Anheuser-Busch InBev Worldwide Revenues Grow Despite Declines in US

Anheuser-Busch InBev today reported global revenue growth of 5.9 percent in the first quarter of 2019, despite continued declines of its two biggest brands in the U.S.

A-B, the world’s largest beer manufacturer, recorded global revenue growth of nearly $12.6 billion during the quarter, and a gross profit of more than $7.7 billion, as its worldwide volume increased 1.3 percent. The company’s revenue per hectoliter also grew 4.6 percent during the period.

The improved top and bottom line growth, A-B said, was due to its premiumization strategy, driven by an 8.5 percent increase in worldwide revenues for its global brands — Budweiser, Stella Artois and Corona (outside of the U.S.) — and a nearly 20 percent increase for products within its “High End Company.”

In the U.S., however, A-B’s Q1 depletions (sales-to-retailers) and shipments (sales-to-wholesalers) declined 1.9 percent and 0.9 percent, respectively. Still, the company’s depletions and shipment trends were improved compared to Q1 2018. At this time last year, the company’s depletions declined 2.3 percent, while shipments declined 4.4 percent.

Nevertheless, U.S. revenue increased 1.6 percent, as revenue per hectoliter increased 2.6 percent during Q1 2019.

During Tuesday’s call with investors and analysts, A-B InBev CEO Carlos Brito expressed confidence in the company’s strategy in the U.S. Although Budweiser and Bud Light remain the company’s “two most important brands,” Brito pointed to the growth of Michelob Ultra, which now accounts for 10 percent of A-B’s business.

“Bud and Bud Light will remain key brands for us in our portfolio, but maybe they’ll be smaller in size going forward and other brands will be bigger,” he said, adding that Michelob Ultra offers “a much better margin” than Bud Light.

Michelob Ultra’s rise can be seen in market research firm IRI’s latest off-premise sales report. The 95-calorie, low-carb offering has surpassed Budweiser as A-B’s No. 2 brand in off-premise retailers and leapfrogged past Miller Lite as the third largest U.S. beer brand. Dollar sales of Michelob Ultra increased 15.5 percent, to more than $568 million, through the first four months of the year.

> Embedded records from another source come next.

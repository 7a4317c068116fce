"""The review pages as HTML: the worklist and one item, for `cardiosieve serve` (pipeline/webapp.py)
and the offline snapshot `cardiosieve show --html FILE`.

What it does
    ReviewData      what the pages read: the store (items, reviews), OUT's published night
                    (aligned.parquet, criteria_<screen>.parquet) and, optionally, the lake (the
                    patient's results over 72 h, the prior ECG's leads) through the contract loader
    worklist_page   the ranked items with the filters, a count per tier, the caution banner
    item_page       one item: summary, criteria met with threshold and source, caveats, plots with
                    their numbers in a table beside them, review form and review history
    snapshot_page   the worklist and every listed item in one self-contained file

The templates are Jinja2 strings in this module (autoescaped; nothing is fetched from the
network, the plots are inline SVG images). The tier is written as its number and a word, never
shown by colour alone. An unknown value reads "unknown". Nothing here logs a row value.
"""
from __future__ import annotations

import base64
import math
from functools import lru_cache
from pathlib import Path

from cardiosieve.pipeline import CAUTION

# Tier words: docs/prioritisation.md says tier 1 is the most urgent; the words are a local choice.
TIER_WORDS = {1: "most urgent", 2: "urgent", 3: "soon", 4: "routine"}
UNKNOWN = "unknown"
APP_NAME = "cardiosieve review page"
QTC_HISTORY_DAYS = 90     # the patient's ECGs the QTc plot reads from the lake (local choice)

CSS = """
body { font-family: system-ui, sans-serif; font-size: 17px; margin: 0 1.2rem 2rem; color: #111; background: #fff; }
a { color: #0b3d91; } a:focus, button:focus, select:focus, input:focus, textarea:focus { outline: 3px solid #111; outline-offset: 2px; }
.skip { position: absolute; left: -999px; } .skip:focus { left: 1rem; top: .5rem; background: #fff; padding: .3rem; }
.caution { border: 3px solid #111; padding: .6rem .8rem; margin: .8rem 0; font-weight: 600; background: #fff7d6; }
table { border-collapse: collapse; margin: .4rem 0 1rem; } th, td { border: 1px solid #888; padding: .3rem .5rem; text-align: left; vertical-align: top; }
th { background: #eee; } .num { text-align: right; }
.tier { font-weight: 700; white-space: nowrap; } .tier1 { border-left: 6px solid #111; } .tier2 { border-left: 4px double #111; }
form.filters { display: flex; flex-wrap: wrap; gap: .6rem 1.2rem; align-items: end; margin: .6rem 0; }
form.filters label, form.review label { display: block; font-size: .9rem; font-weight: 600; }
form.review label.choice { display: inline; font-weight: 400; }
button { font-size: 1rem; padding: .35rem .9rem; }
.counts span { margin-right: 1.4rem; } .error { border: 3px solid #b00020; padding: .5rem; font-weight: 600; }
.notice { border: 2px solid #1f4e99; padding: .5rem; } .plot img { max-width: 100%; border: 1px solid #ccc; }
.missing { font-style: italic; } section.item { border-top: 3px solid #111; margin-top: 2rem; }
"""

Meanwhile, dollar sales of Bud Light and Budweiser declined 4.8 percent and 4.4 percent, respectively, during the first four months of 2019. Bud Light remained the top selling beer in off-premise retail accounts, with more than $1.4 billion in sales, through April 21.

Despite a lack of improvement in Bud Light’s market share trends, Brito said the brand’s Super Bowl ads and subsequent “transparency” campaign are “a long-term play, not just for the brand but the entire beer category.” He added that the approach would be applied to other brands in the future.

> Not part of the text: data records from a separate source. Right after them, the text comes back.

def _record_missed(args, url: str) -> int:
    from cardiosieve.pipeline.store import record_missed_case

    if args.item_id or args.outcome or args.import_csv:
        return _fail("review --missed: give --patient, --ecg, --screen and --role, not an item, "
                     "--outcome or --import-csv")
    if not (args.patient and args.ecg and args.screen and args.role):
        return _fail("review --missed: --patient, --ecg, --screen and --role are required")
    import pandas as pd

    engine = _store(url)
    try:
        at = pd.Timestamp(args.at) if args.at else pd.Timestamp.now(tz="UTC")   # time of entry
        recorded = record_missed_case(engine, args.patient, args.ecg, args.screen, args.role, args.note, at)
    except BadInputError:
        raise
    except ValueError as exc:
        return _fail(str(exc))
    print("missed case recorded" if recorded else "missed case already recorded")
    return EXIT_OK


PPV_NOTE = ("ppv = (finding_real + already_known) / reviewed, by each item's latest review; "
            "95 % Wilson score interval. missed_of_screen: missed cases recorded for the screen "
            "(the screen's count on each of its rows).")


def handle_yield(args) -> int:
    from cardiosieve.pipeline.store import yield_table

    url = _url(args)
    if url is None:
        return EXIT_BAD_INPUT
    try:
        table = yield_table(_store(url), since=args.since, until=args.until, by=args.by)
    except BadInputError:
        raise
    except ValueError:                     # a date pandas cannot read
        return _fail("yield: --since/--until: not a date (ISO 8601, e.g. 2026-03-01)")
    if args.format == "json":
        from cardiosieve.pipeline.jsontext import plain
        _print_json({"caution": CAUTION, "ppv": PPV_NOTE, "rows": plain(table.to_dict("records"))})
        return EXIT_OK
    if args.format == "csv":
        table.to_csv(sys.stdout, index=False, lineterminator="\n")
        return EXIT_OK
    import pandas as pd

    shown = pd.DataFrame({
        "screen": table["screen"], args.by: table[args.by], "items": table["items"], "reviewed": table["reviewed"],
        "finding_real": table["finding_real"], "already_known": table["already_known"],
        "ppv": [_num(x, ".2f") for x in table["ppv"]],
        "ppv_95ci": ["-" if lo != lo else f"{lo:.2f}-{hi:.2f}" for lo, hi in zip(table["ppv_low"], table["ppv_high"])],
        "median_h_to_review": [_num(x, ".1f") for x in table["median_hours_to_review"]],
        "missed_of_screen": table["missed_cases_of_screen"]})
    window = (f" since {args.since}" if args.since else "") + (f" before {args.until}" if args.until else "")
    print(shown.to_string(index=False) if len(shown) else "no items flagged" + window)
    print(PPV_NOTE)
    return EXIT_OK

Although sales trends for Budweiser and Bud Light haven’t improved, the company’s overall loss of 10 basis points (bps) of market share was the company’s best quarterly share trend since the fourth quarter of 2012, Brito said. He pointed to gradual market share trend improvement over the last two years, after losing 70 bps in 2017, 45 bps in the first half of 2018 and 35 bps in the second half of 2018.

Brito credited the overall market share trend improvement in the U.S. to “above core” brands — such as Michelob Ultra, acquired craft brands, Bon & Viv Spiked Seltzer and other innovations — which gained a collective 90 bps of market share during the period. He added that A-B had nine of IRI’s top 15 market share gainers in the quarter, led by Michelob Ultra.

During the call, Brito said A-B’s innovation pipeline is now more nimble, with the ability to get successful new offerings on shelves within 100 days. He added that the company is betting on Patagonia, a lager brand from Argentina, in 2019. The U.S. launch of the brand has already resulted in a lawsuit from the clothing retailer of the same name, however.

Another strategy Brito said is working is the company’s “regional” marketing campaigns, such as the Bud Light “Philly Philly” Super Bowl LII bet, the Bud Light “Victory Fridges” for the Cleveland Browns, and Michelob Ultra’s presence at the New York Marathon. Brito said the company would continue to invest in “local, community relevant campaigns, which go beyond traditional media,” while building digital media conversations and experiences around them.

Finally, Brito also confirmed that A-B is “actively exploring” a potential IPO on the Hong Kong Stock Exchange for a minority stake in the company’s Asia Pacific business. However, he said the company’s decision would rest upon its valuation and market conditions, among other factors.